Report every line of the entries that contains the word "FloatModel".
---------------
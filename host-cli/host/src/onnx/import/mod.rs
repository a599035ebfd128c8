//! ONNX file → hone float model. See the [module docs](super) for what is accepted.

use std::collections::HashMap;
use std::path::Path;

use hone_core::blob::ChannelScale;
use hone_core::model::{LayerKind, Loss, Shape, TrainMode};
use prost::Message;

use super::pb;
use super::{OnnxError, META_FEATURES, META_HISTORY, META_MODES, META_OUTPUTS};
use crate::model::{EpochRecord, FloatLayer, FloatModel, FORMAT_NAME, FORMAT_VERSION};

mod graph;

use graph::*;

/// Names the ONNX file may not carry, given by the caller. `None` takes them from the file's
/// hone metadata.
#[derive(Clone, Debug, Default, PartialEq, Eq)]
pub struct ImportOptions {
    /// Input feature names, in input order (`channels × length` of them).
    pub features: Option<Vec<String>>,
    /// Output names: regression targets or class names, in output order.
    pub outputs: Option<Vec<String>>,
}

/// Reads an ONNX model file into a float model.
///
/// # Errors
/// [`OnnxError`] naming the file, and for an unsupported node its position, name, operator
/// and the reason.
pub fn import_file(path: &Path, opts: &ImportOptions) -> Result<FloatModel, OnnxError> {
    let shown = path.display().to_string();
    let bytes = std::fs::read(path).map_err(|source| OnnxError::Io {
        path: shown.clone(),
        source,
    })?;
    import(&shown, &bytes, opts)
}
---------------
**Task answer**
use crate::model::{EpochRecord, FloatLayer, FloatModel, FORMAT_NAME, FORMAT_VERSION};
pub fn import_file(path: &Path, opts: &ImportOptions) -> Result<FloatModel, OnnxError> {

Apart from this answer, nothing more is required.